In response to growing privacy concerns and Microsoft's "Windows Recall" feature, which records and analyzes screen activities by transmitting data to the cloud, we have developed an open-source pilot that offers similar functionality without compromising user privacy.
The user runs ‘screenshot-desktop.py’ whenever they want to start recording their screens
The extracted text from the screenshots is processed by the DocTR OCR tool and stored in the ChromaDB vector database, along with their corresponding embeddings generated by the JinaAI embedding model.
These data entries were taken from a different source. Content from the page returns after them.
//! A particle between hard walls in a uniform field, as an interval.
//!
//! Source: G. Bastard, E. E. Mendez, L. L. Chang and L. Esaki, Phys. Rev. B 28, 3241
//! (1983), infinite-barrier limit for n = 1; the sum over states for general n is a
//! textbook result (formula from memory, recomputed at 60 digits for the
//! reference collection). Exact levels from the Airy determinant, DLMF chapter 9.

use super::solved::{close, level, parts, record, series};

/// In units of m q^2 F^2 L^4 / hbar^2.
fn second_order(n: f64) -> f64 {
    let p = std::f64::consts::PI * n;
    (p * p - 15.0) / (24.0 * p * p * p * p)
}

#[test]
fn every_level_shifts_by_the_closed_form() {
    let formulas: String = (1..=4).map(|n| level(&format!("n{n}"), n, "", "1", 4, 1e-4)).collect();
    let found = record(&parts(
        "",
        "w: interval -1/2 to 1/2",
        "w.p^2/2 + f*w.x",
        "",
        "symbol: f, unit: 1, within: [-3, 3]",
        &formulas,
    ));
    for n in 1..=4u32 {
        let name = format!("n{n}");
        let e = series(&found, &name);
        let n = f64::from(n);
        close(e[0], 0.5 * (std::f64::consts::PI * n).powi(2), 1e-11, 0.0, &name);
        close(e[2], second_order(n), 1e-9, 0.0, &name);
        assert_eq!((e[1], e[3]), (0.0, 0.0), "{name}");
    }
}

#[test]
fn levels_in_a_field_are_those_of_the_airy_determinant() {
    for (field, exact) in [(1.0, 4.932607855266544), (10.0, 4.717092628644326)] {
        let found = record(&parts(
            "",
            "w: interval -1/2 to 1/2",
            "w.p^2/2 + f*w.x",
            "",
            &format!("symbol: f, unit: 1, at: {field}, within: [{}, {}]", field - 0.5, field + 0.5),
            &level("ground", 1, "", "1", 2, 1e-4),
        ));
        close(series(&found, "ground")[0], exact, 1e-11, 0.0, "ground");
    }
}
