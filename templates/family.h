/*
{% for line in header %}
 *{% if line %} {{ line }}{% endif +%}
{% endfor %}
 */
#ifndef {{ upper }}_H
#define {{ upper }}_H

#include <stddef.h>

#ifdef __cplusplus
extern "C" {
#endif

/* Why there is no answer. */
typedef enum {
    {{ upper }}_OK = 0,
    {{ upper }}_BELOW = 1,
    {{ upper }}_ABOVE = 2,
    {{ upper }}_NOT_A_NUMBER = 3,
    {{ upper }}_NO_SOLUTION = 4,
    {{ upper }}_OUTSIDE_FAMILY = 5
} {{ stem }}_status;

#define {{ upper }}_SPEC_SHA256 "{{ sha256 }}"
{% for p in family %}

/* The family's box: {{ p.spec }} in {{ p.unit }}. */
#define {{ upper }}_{{ p.upper }}_FROM ({{ p.from }})
#define {{ upper }}_{{ p.upper }}_TO ({{ p.to }})
{% endfor %}
{% for f in formulas %}

/* {{ f.name }} in {{ f.unit }}, its control in {{ f.control_unit }}; the range holds over the whole box. */
#define {{ f.upper }}_FROM ({{ f.from }})
#define {{ f.upper }}_TO ({{ f.to }})
#define {{ f.upper }}_AT ({{ f.at }})
/* Level at the operating point and the centre of the box. */
#define {{ f.upper }}_E0 ({{ f.e0 }})
#define {{ f.upper }}_ROUNDING ({{ f.rounding }})

/* The formula, no check. */
double {{ f.stem }}(double {{ argument }}{% for p in family %}, double {{ p.name }}{% endfor %});
/* Its derivative with respect to the control, no check. */
double {{ f.stem }}_slope(double {{ argument }}{% for p in family %}, double {{ p.name }}{% endfor %});
{% for p in family %}
/* Its derivative with respect to {{ p.spec }}, no check. */
double {{ f.stem }}_slope_{{ p.spec }}(double {{ argument }}{% for q in family %}, double {{ q.name }}{% endfor %});
{% endfor %}
/* The formula inside its range and box, whose ends belong to them; writes only when OK. */
{{ stem }}_status {{ f.stem }}_checked(double {{ argument }}{% for p in family %}, double {{ p.name }}{% endfor %}, double *value);
/* The control at which the formula gives the value, on the stretch that holds the
   operating point; writes only when OK. */
{{ stem }}_status {{ f.stem }}_inverse(double value{% for p in family %}, double {{ p.name }}{% endfor %}, double *{{ argument }});
{% if f.both %}
/* The same on the stretches below and above the turning point, which is the operating point. */
{{ stem }}_status {{ f.stem }}_inverse_below(double value{% for p in family %}, double {{ p.name }}{% endfor %}, double *{{ argument }});
{{ stem }}_status {{ f.stem }}_inverse_above(double value{% for p in family %}, double {{ p.name }}{% endfor %}, double *{{ argument }});
{% endif %}
/* The formula for many controls; the arrays may be the same, else disjoint. */
void {{ f.stem }}_many(const double *{{ argument }}{% for p in family %}, double {{ p.name }}{% endfor %}, double *value, size_t count);
{% endfor %}

#ifdef __cplusplus
}
#endif

#endif
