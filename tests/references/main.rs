//! Published values and general-purpose libraries against the program, one
//! file per source.

mod box_in_field;
mod breit_rabi;
mod charge_box;
mod crossing;
mod mathieu;
mod properties;
mod quartic;
mod radial;
mod rotor_stark;
mod solved;
mod spheroidal;
mod spin_one;
mod stacks;
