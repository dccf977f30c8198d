//! A periodic coordinate with a cosine: Mathieu's characteristic values.
//!
//! Source: DLMF 28.6.1-28.6.7, seen at dlmf.nist.gov/28.6. Levels of
//! `-d^2/dz^2 + 2 q cos 2z` on 2 pi periodic functions; m and -m are degenerate and
//! a_m, b_m part at order m.

use super::solved::{close, level, parts, record, series};

#[test]
fn degenerate_pairs_part_at_their_order() {
    // Just above q = 0 in ascending order: a0; b1, a1; b2, a2; b3, a3; b4.
    let rows: [(&str, [f64; 5]); 7] = [
        ("a0", [0.0, 0.0, -0.5, 0.0, 7.0 / 128.0]),
        ("b1", [1.0, -1.0, -0.125, 1.0 / 64.0, -1.0 / 1536.0]),
        ("a1", [1.0, 1.0, -0.125, -1.0 / 64.0, -1.0 / 1536.0]),
        ("b2", [4.0, 0.0, -1.0 / 12.0, 0.0, 5.0 / 13824.0]),
        ("a2", [4.0, 0.0, 5.0 / 12.0, 0.0, -763.0 / 13824.0]),
        ("b3", [9.0, 0.0, 1.0 / 16.0, -1.0 / 64.0, 13.0 / 20480.0]),
        ("a3", [9.0, 0.0, 1.0 / 16.0, 1.0 / 64.0, 13.0 / 20480.0]),
    ];
    let formulas: String =
        rows.iter().enumerate().map(|(idx, (name, _))| level(name, idx + 1, "", "1", 4, 1e-3)).collect();
    let found = record(&parts(
        "",
        "p: phase",
        "p.number^2 + 2*q*(2*p.cos^2 - 1)",
        "",
        "symbol: q, unit: 1, within: [-0.3, 0.3]",
        &formulas,
    ));
    for (name, exact) in rows {
        let e = series(&found, name);
        for (power, exact) in exact.iter().enumerate() {
            close(e[power], *exact, 2e-9, 1e-3, &format!("{name} E{power}"));
        }
    }
}

/// `a0(q)` where the series no longer helps: a0(1) and a0(5) from a table.
/// Source: Abramowitz and Stegun, table 20.1 (-5.80004602 at q = 5); more digits from the
/// reference collection, where a matrix at 20 digits and scipy.special.mathieu_a agree.
#[test]
fn exact_levels_are_characteristic_values() {
    for (at, exact) in [(1.0, -0.455_138_604_107_413_5), (5.0, -5.800_046_020_851_508)] {
        let found = record(&parts(
            "",
            "p: phase",
            "4*p.number^2 + 2*q*p.cos",
            "",
            &format!("symbol: q, unit: 1, at: {at}, within: [{}, {}]", at - 0.5, at + 0.5),
            &level("a0", 1, "", "1", 4, 1e-2),
        ));
        close(series(&found, "a0")[0], exact, 1e-12, 1.0, "a0");
    }
}
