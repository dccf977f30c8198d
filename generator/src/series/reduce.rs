//! The branches of a degenerate set.
//!
//! In: the matrix series `M_0 + d M_1 + ...` of a small space, all orders that
//! are known. Out: the analytic branches: the coefficients of each and the
//! combination of basis states that it starts from, in ascending order just
//! above `d = 0`.
//!
//! Method: the leading matrix is diagonalised; each group of equal eigenvalues is
//! a model space of its own inside the small space, whose effective series, one
//! order shorter, is reduced in the same way.
//!
//! Source: Kato, *Perturbation Theory for Linear Operators*, 2nd ed., §II.2.3
//! (reduction process).

use nalgebra::DMatrix;

use super::effective::{COEFFICIENTS, Space, effective};
use crate::diagnostic::Result;
use crate::pencil::{Hermitian, Scalar, State, spectrum};

/// Coefficients count as equal below this part of the largest of them or of
/// the largest term.
pub(super) const EQUAL: f64 = 1e-10;

/// One branch.
pub(super) struct Branch<T: Scalar> {
    /// Coefficients, as many as matrices were given.
    pub energies: Vec<f64>,
    /// Normalised combination of the basis of the small space.
    pub start: State<T>,
    /// Estimated error of each coefficient.
    pub doubt: Vec<f64>,
}

/// All branches of the series; `terms` and `doubt` are the sizes of the terms
/// behind each matrix and their errors.
///
/// # Errors
/// If a small eigenvalue iteration fails.
pub(super) fn reduce<T: Scalar>(
    matrices: &[DMatrix<T>],
    terms: &[f64],
    doubt: &[f64],
) -> Result<Vec<Branch<T>>> {
    let Some((leading, rest)) = matrices.split_first() else {
        return Ok(Vec::new());
    };
    let order = leading.nrows();
    if order == 1 {
        return Ok(vec![Branch {
            energies: matrices.iter().map(|matrix| matrix[(0, 0)].real()).collect(),
            start: State::from_element(1, T::one()),
            doubt: doubt.to_vec(),
        }]);
    }
    let unperturbed = Hermitian::Dense(leading.clone());
    let pairs = spectrum(&unperturbed)?;
    let largest = pairs.iter().fold(terms[0], |size, pair| size.max(pair.energy.abs()));
    let mut branches = Vec::with_capacity(order);
    let mut from = 0;
    while from < order {
        let mut to = from + 1;
        while to < order && pairs[to].energy - pairs[to - 1].energy <= EQUAL * largest {
            to += 1;
        }
        let size = to - from;
        let energy = pairs[from..to].iter().fold(0.0, |sum, pair| sum + pair.energy) / size as f64;
        let states: Vec<State<T>> = pairs[from..to].iter().map(|pair| pair.state.clone()).collect();
        if rest.is_empty() {
            for state in states {
                branches.push(Branch { energies: vec![energy], start: state, doubt: doubt.to_vec() });
            }
            from = to;
            continue;
        }
        let powers: Vec<Hermitian<T>> = rest.iter().map(|matrix| Hermitian::Dense(matrix.clone())).collect();
        let powers: Vec<&Hermitian<T>> = powers.iter().collect();
        let space = Space {
            unperturbed: &unperturbed,
            powers: &powers,
            energies: &vec![energy; size],
            reference: energy,
            states: &states,
        };
        let inner = effective(&space, &mut |_, right| {
            let mut out = State::zeros(order);
            for pair in pairs[..from].iter().chain(&pairs[to..]) {
                let amount = pair.state.dotc(right).unscale(pair.energy - energy);
                out.axpy(amount, &pair.state, T::one());
            }
            Ok(out)
        })?;
        let last = rest.len().min(COEFFICIENTS - 1);
        // An error of one order reaches the next through the mixing of groups.
        let mixing = inner.corrections[0].iter().fold(0.0_f64, |size, state| size.max(state.norm()));
        let mut inner_terms = Vec::with_capacity(last);
        let mut inner_doubt = Vec::with_capacity(last);
        let mut carried = doubt[0];
        for power in 1..=last {
            carried = doubt[power] + 2.0 * mixing * carried;
            inner_terms.push(inner.terms[power].max(terms[power]));
            inner_doubt.push(carried + inner.doubt[power]);
        }
        for branch in reduce(&inner.series[1..=last], &inner_terms, &inner_doubt)? {
            let mut start = State::zeros(order);
            for (state, &amount) in states.iter().zip(branch.start.iter()) {
                start.axpy(amount, state, T::one());
            }
            let mut energies = vec![energy];
            energies.extend(branch.energies);
            let mut errors = vec![doubt[0]];
            errors.extend(branch.doubt);
            branches.push(Branch { energies, start, doubt: errors });
        }
        from = to;
    }
    Ok(branches)
}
When the user has a query or needs to retrieve relevant information, they can input their request into ‘LLM Prompt’.
The query is then processed by the JinaAI reranker model, which retrieves the most relevant text chunks from the ChromaDB database based on the semantic similarity of the embeddings.
The retrieved information is presented to the user, providing them with the necessary context and insights without ever leaving their local device.
This approach ensures that all data processing and storage remain under the user's control, eliminating the risks associated with cloud-based solutions and empowering users to maintain their privacy.
-
Tested and recomended to use
Python 3.11
-
Clone the repository (data-max-hq/open-memory)
cd /open-memory pip install pyautogui make build make run
-
After a couple of minutes then head over to "localhost:8080"
-
In "ADD LLM" type out the LLM you want to use (we recomend qwen2:1.5b or qwen2:0.5b) and press "Add LLM"
Run "screenshot-desktop.py" to start capturin the screen
Query ChromaDB: Test the database to retrieve relevant pieces of context for a specific query.
LLM Prompt: Pass a query to QWEN2:1.5b to get an explanation of what the user was doing based on the retrieved context.